## EXERCISE DATA

// Node names of each element kind.
#include "analysis/element_nodes.hpp"

#include <type_traits>

namespace stage::analysis {

std::vector<std::string> element_nodes(const ElementData& data) {
  return std::visit(
      [](const auto& e) -> std::vector<std::string> {
        using E = std::decay_t<decltype(e)>;
        if constexpr (std::is_same_v<E, VoltageSource> ||
                      std::is_same_v<E, CurrentControlledVoltageSource>) {
          return {e.p, e.n};
        } else if constexpr (std::is_same_v<E, VoltageControlledVoltageSource>) {
          return {e.p, e.n, e.control_p, e.control_n};
        } else if constexpr (std::is_same_v<E, VoltageControlledCurrentSource>) {
          return {e.a, e.b, e.control_p, e.control_n};
        } else if constexpr (std::is_same_v<E, Diode>) {
          return {e.anode, e.cathode};
        } else if constexpr (std::is_same_v<E, Bipolar>) {
          std::vector<std::string> nodes{e.collector, e.base, e.emitter};
          if (e.substrate) nodes.push_back(*e.substrate);
          return nodes;
        } else {
          // The kinds whose terminals are `a` and `b`, listed so that a new
          // kind fails to compile here until its terminals are named.
          static_assert(std::is_same_v<E, Resistor> || std::is_same_v<E, Capacitor> ||
                        std::is_same_v<E, Inductor> || std::is_same_v<E, CurrentSource> ||
                        std::is_same_v<E, CurrentControlledCurrentSource>);
          return {e.a, e.b};
        }
      },
      data);
}

}  // namespace stage::analysis
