// Harmonic analysis of the last whole periods of a transient signal.
//
// The Fourier integrals over the last `periods` whole periods are taken of
// the transient's own interpolant (interpolate(): a cubic Hermite per step),
// step by step with Gauss–Legendre panels short enough that the highest
// harmonic turns at most kPanelPhase radians over one (error bound in
// step_interpolant.hpp: ~1e-12 relative). A corner of the waveform is a
// step boundary of the transient, so the integrals are exact across it
// instead of smearing it into a resampled grid.
//
// Settling: the RMS of x(t) - x(t - T) over the last period, relative to the
// fundamental's RMS A_1 / sqrt 2. It is integrated the same way, on the
// steps of both periods merged (the integrand is then a polynomial of
// degree 6, integrated exactly), so it weighs a difference by how long it
// lasts: one sample at a corner cannot dominate it, a drift still does.
#include "stage/spectrum.hpp"

#include <algorithm>
#include <cmath>
#include <numbers>

#include "analysis/step_interpolant.hpp"
#include "common/constants.hpp"
#include "common/si_format.hpp"
#include "stage/errors.hpp"

namespace stage {
namespace {

// Radians the highest harmonic turns over one quadrature panel.
constexpr double kPanelPhase = 0.5;
// Last two periods differing by more than this fraction of the fundamental
// (RMS over RMS) count as not settled (common practice: well below the
// distortion figures of interest).
constexpr double kSettleLimit = 1e-3;

// RMS of x(t) - x(t - period) over [end - period, end].
double rms_period_change(const TransientResult& tr, const TransientSignal& signal, double end,
                         double period) {
  const double start = end - period;
  std::vector<double> edges{start, end};
  for (double t : tr.time) {
    if (t > start && t < end) edges.push_back(t);
    if (t > start - period && t < start) edges.push_back(t + period);
  }
  std::sort(edges.begin(), edges.end());
  double sum = 0;
  analysis::for_each_quadrature_node(
      edges, start, end, period, [&](double t, double weight, std::size_t) {
        const double d = interpolate(tr, signal, t) - interpolate(tr, signal, t - period);
        sum += weight * d * d;
      });
  return std::sqrt(sum / period);
}

// The whole periods the transient holds (a rounding short of one counts).
int whole_periods(const TransientResult& tr, double period) {
  const double length = tr.time.empty() ? 0.0 : tr.time.back() - tr.time.front();
  return static_cast<int>(std::floor(length / period * (1.0 + 1e-9)));
}

// The analysed stretch of a signal: from t0 to the transient's end, in
// quadrature panels of at most max_panel.
struct Stretch {
  const TransientResult& tr;
  const TransientSignal& signal;
  double t0 = 0;
  double length = 0;
  double max_panel = 0;
  double omega = 0;  // rad/s of the fundamental

  template <typename F>
  void integrate(F&& at_node) const {
    analysis::for_each_quadrature_node(
        tr.time, t0, tr.time.back(), max_panel, [&](double t, double weight, std::size_t k) {
          at_node(t, weight, analysis::step_piece(tr, signal, k).value(t));
        });
  }
};

// The DC, each harmonic's amplitude and phase (cosine and sine parts of the
// interpolant's Fourier integrals), and the THD.
void fourier_series(const Stretch& s, int harmonics, SpectrumResult& result) {
  std::vector<double> a(static_cast<std::size_t>(harmonics) + 1, 0.0), b(a.size(), 0.0);
  double dc = 0;
  s.integrate([&](double t, double weight, double value) {
    const double v = value * weight;
    dc += v;
    for (int n = 1; n <= harmonics; ++n) {
      a[n] += v * std::cos(n * s.omega * t);
      b[n] += v * std::sin(n * s.omega * t);
    }
  });
  result.dc = dc / s.length;
  double harmonic_power = 0;
  for (int n = 1; n <= harmonics; ++n) {
    const double cosine = 2.0 * a[n] / s.length, sine = 2.0 * b[n] / s.length;
    const double amplitude = std::hypot(cosine, sine);
    result.harmonics.push_back({n, amplitude, degrees_from_radians(std::atan2(cosine, sine))});
    if (n > 1) harmonic_power += amplitude * amplitude;
  }
  const Harmonic& first = result.harmonics.front();
  result.thd = first.amplitude > 0 ? std::sqrt(harmonic_power) / first.amplitude : 0.0;
}

// The RMS of what is left once the DC and the fundamental are taken away,
// over the fundamental's RMS.
double thd_plus_noise(const Stretch& s, const SpectrumResult& result, double rms_fundamental) {
  const Harmonic& first = result.harmonics.front();
  double residual = 0;
  const double phi = radians_from_degrees(first.phase_deg);
  s.integrate([&](double t, double weight, double value) {
    const double r = value - result.dc - first.amplitude * std::sin(s.omega * t + phi);
    residual += weight * r * r;
  });
  return rms_fundamental > 0 ? std::sqrt(residual / s.length) / rms_fundamental : 0.0;
}

}  // namespace

SpectrumResult run_spectrum(const TransientResult& tr, const SpectrumOptions& options,
                            int periods) {
  if (!(options.fundamental > 0) || options.harmonics < 1 || periods < 1) {
    throw Error(ErrorKind::invalid_request,
                "a spectrum needs a positive fundamental, harmonics and periods",
                {"fundamental", "harmonics"});
  }
  SpectrumResult result;
  result.signal = options.signal.label();
  result.fundamental = options.fundamental;
  const TransientSignal& signal = analysis::signal_named(tr, result.signal);
  const double period = 1.0 / options.fundamental;
  const int whole = whole_periods(tr, period);
  if (whole < 1) {
    throw Error(ErrorKind::invalid_request,
                "the transient is shorter than one period of the fundamental",
                {result.signal, "fundamental"});
  }
  result.periods = std::min(periods, whole);
  if (whole < periods + 1) {
    result.settled = false;
    result.message = "the transient holds " + std::to_string(whole) + " whole period(s); " +
                     std::to_string(periods + 1) +
                     " are needed to analyse the last and check it has settled";
  }

  const double omega = kTwoPi * options.fundamental;
  const Stretch stretch{tr,
                        signal,
                        tr.time.back() - result.periods * period,
                        result.periods * period,
                        kPanelPhase / (omega * options.harmonics),
                        omega};
  fourier_series(stretch, options.harmonics, result);
  const double rms_fundamental = result.harmonics.front().amplitude / std::numbers::sqrt2;
  if (options.with_noise) result.thd_plus_noise = thd_plus_noise(stretch, result, rms_fundamental);

  if (whole >= 2) {
    const double change = rms_period_change(tr, signal, tr.time.back(), period);
    result.period_change = rms_fundamental > 0 ? change / rms_fundamental : change;
    if (result.period_change > kSettleLimit) {
      result.settled = false;
      result.message = "the last two periods differ by " + text::percent(result.period_change) +
                       " of the fundamental (RMS): the waveform has not settled";
    }
  }
  return result;
}

}  // namespace stage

## ASSIGNMENT
The complete set of entries is to be restated word for word.

## RESULT FOR THIS EXERCISE
// Node names of each element kind.
#include "analysis/element_nodes.hpp"

#include <type_traits>

namespace stage::analysis {

std::vector<std::string> element_nodes(const ElementData& data) {
  return std::visit(
      [](const auto& e) -> std::vector<std::string> {
        using E = std::decay_t<decltype(e)>;
        if constexpr (std::is_same_v<E, VoltageSource> ||
                      std::is_same_v<E, CurrentControlledVoltageSource>) {
          return {e.p, e.n};
        } else if constexpr (std::is_same_v<E, VoltageControlledVoltageSource>) {
          return {e.p, e.n, e.control_p, e.control_n};
        } else if constexpr (std::is_same_v<E, VoltageControlledCurrentSource>) {
          return {e.a, e.b, e.control_p, e.control_n};
        } else if constexpr (std::is_same_v<E, Diode>) {
          return {e.anode, e.cathode};
        } else if constexpr (std::is_same_v<E, Bipolar>) {
          std::vector<std::string> nodes{e.collector, e.base, e.emitter};
          if (e.substrate) nodes.push_back(*e.substrate);
          return nodes;
        } else {
          // The kinds whose terminals are `a` and `b`, listed so that a new
          // kind fails to compile here until its terminals are named.
          static_assert(std::is_same_v<E, Resistor> || std::is_same_v<E, Capacitor> ||
                        std::is_same_v<E, Inductor> || std::is_same_v<E, CurrentSource> ||
                        std::is_same_v<E, CurrentControlledCurrentSource>);
          return {e.a, e.b};
        }
      },
      data);
}

}  // namespace stage::analysis
// Harmonic analysis of the last whole periods of a transient signal.
//
// The Fourier integrals over the last `periods` whole periods are taken of
// the transient's own interpolant (interpolate(): a cubic Hermite per step),
// step by step with Gauss–Legendre panels short enough that the highest
// harmonic turns at most kPanelPhase radians over one (error bound in
// step_interpolant.hpp: ~1e-12 relative). A corner of the waveform is a
// step boundary of the transient, so the integrals are exact across it
// instead of smearing it into a resampled grid.
//
// Settling: the RMS of x(t) - x(t - T) over the last period, relative to the
// fundamental's RMS A_1 / sqrt 2. It is integrated the same way, on the
// steps of both periods merged (the integrand is then a polynomial of
// degree 6, integrated exactly), so it weighs a difference by how long it
// lasts: one sample at a corner cannot dominate it, a drift still does.
#include "stage/spectrum.hpp"

#include <algorithm>
#include <cmath>
#include <numbers>

#include "analysis/step_interpolant.hpp"
#include "common/constants.hpp"
#include "common/si_format.hpp"
#include "stage/errors.hpp"

namespace stage {
namespace {

// Radians the highest harmonic turns over one quadrature panel.
constexpr double kPanelPhase = 0.5;
// Last two periods differing by more than this fraction of the fundamental
// (RMS over RMS) count as not settled (common practice: well below the
// distortion figures of interest).
constexpr double kSettleLimit = 1e-3;

// RMS of x(t) - x(t - period) over [end - period, end].
double rms_period_change(const TransientResult& tr, const TransientSignal& signal, double end,
                         double period) {
  const double start = end - period;
  std::vector<double> edges{start, end};
  for (double t : tr.time) {
    if (t > start && t < end) edges.push_back(t);
    if (t > start - period && t < start) edges.push_back(t + period);
  }
  std::sort(edges.begin(), edges.end());
  double sum = 0;
  analysis::for_each_quadrature_node(
      edges, start, end, period, [&](double t, double weight, std::size_t) {
        const double d = interpolate(tr, signal, t) - interpolate(tr, signal, t - period);
        sum += weight * d * d;
      });
  return std::sqrt(sum / period);
}

// The whole periods the transient holds (a rounding short of one counts).
int whole_periods(const TransientResult& tr, double period) {
  const double length = tr.time.empty() ? 0.0 : tr.time.back() - tr.time.front();
  return static_cast<int>(std::floor(length / period * (1.0 + 1e-9)));
}

// The analysed stretch of a signal: from t0 to the transient's end, in
// quadrature panels of at most max_panel.
struct Stretch {
  const TransientResult& tr;
  const TransientSignal& signal;
  double t0 = 0;
  double length = 0;
  double max_panel = 0;
  double omega = 0;  // rad/s of the fundamental

  template <typename F>
  void integrate(F&& at_node) const {
    analysis::for_each_quadrature_node(
        tr.time, t0, tr.time.back(), max_panel, [&](double t, double weight, std::size_t k) {
          at_node(t, weight, analysis::step_piece(tr, signal, k).value(t));
        });
  }
};

// The DC, each harmonic's amplitude and phase (cosine and sine parts of the
// interpolant's Fourier integrals), and the THD.
void fourier_series(const Stretch& s, int harmonics, SpectrumResult& result) {
  std::vector<double> a(static_cast<std::size_t>(harmonics) + 1, 0.0), b(a.size(), 0.0);
  double dc = 0;
  s.integrate([&](double t, double weight, double value) {
    const double v = value * weight;
    dc += v;
    for (int n = 1; n <= harmonics; ++n) {
      a[n] += v * std::cos(n * s.omega * t);
      b[n] += v * std::sin(n * s.omega * t);
    }
  });
  result.dc = dc / s.length;
  double harmonic_power = 0;
  for (int n = 1; n <= harmonics; ++n) {
    const double cosine = 2.0 * a[n] / s.length, sine = 2.0 * b[n] / s.length;
    const double amplitude = std::hypot(cosine, sine);
    result.harmonics.push_back({n, amplitude, degrees_from_radians(std::atan2(cosine, sine))});
    if (n > 1) harmonic_power += amplitude * amplitude;
  }
  const Harmonic& first = result.harmonics.front();
  result.thd = first.amplitude > 0 ? std::sqrt(harmonic_power) / first.amplitude : 0.0;
}

// The RMS of what is left once the DC and the fundamental are taken away,
// over the fundamental's RMS.
double thd_plus_noise(const Stretch& s, const SpectrumResult& result, double rms_fundamental) {
  const Harmonic& first = result.harmonics.front();
  double residual = 0;
  const double phi = radians_from_degrees(first.phase_deg);
  s.integrate([&](double t, double weight, double value) {
    const double r = value - result.dc - first.amplitude * std::sin(s.omega * t + phi);
    residual += weight * r * r;
  });
  return rms_fundamental > 0 ? std::sqrt(residual / s.length) / rms_fundamental : 0.0;
}

}  // namespace

SpectrumResult run_spectrum(const TransientResult& tr, const SpectrumOptions& options,
                            int periods) {
  if (!(options.fundamental > 0) || options.harmonics < 1 || periods < 1) {
    throw Error(ErrorKind::invalid_request,
                "a spectrum needs a positive fundamental, harmonics and periods",
                {"fundamental", "harmonics"});
  }
  SpectrumResult result;
  result.signal = options.signal.label();
  result.fundamental = options.fundamental;
  const TransientSignal& signal = analysis::signal_named(tr, result.signal);
  const double period = 1.0 / options.fundamental;
  const int whole = whole_periods(tr, period);
  if (whole < 1) {
    throw Error(ErrorKind::invalid_request,
                "the transient is shorter than one period of the fundamental",
                {result.signal, "fundamental"});
  }
  result.periods = std::min(periods, whole);
  if (whole < periods + 1) {
    result.settled = false;
    result.message = "the transient holds " + std::to_string(whole) + " whole period(s); " +
                     std::to_string(periods + 1) +
                     " are needed to analyse the last and check it has settled";
  }

  const double omega = kTwoPi * options.fundamental;
  const Stretch stretch{tr,
                        signal,
                        tr.time.back() - result.periods * period,
                        result.periods * period,
                        kPanelPhase / (omega * options.harmonics),
                        omega};
  fourier_series(stretch, options.harmonics, result);
  const double rms_fundamental = result.harmonics.front().amplitude / std::numbers::sqrt2;
  if (options.with_noise) result.thd_plus_noise = thd_plus_noise(stretch, result, rms_fundamental);

  if (whole >= 2) {
    const double change = rms_period_change(tr, signal, tr.time.back(), period);
    result.period_change = rms_fundamental > 0 ? change / rms_fundamental : change;
    if (result.period_change > kSettleLimit) {
      result.settled = false;
      result.message = "the last two periods differ by " + text::percent(result.period_change) +
                       " of the fundamental (RMS): the waveform has not settled";
    }
  }
  return result;
}

}  // namespace stage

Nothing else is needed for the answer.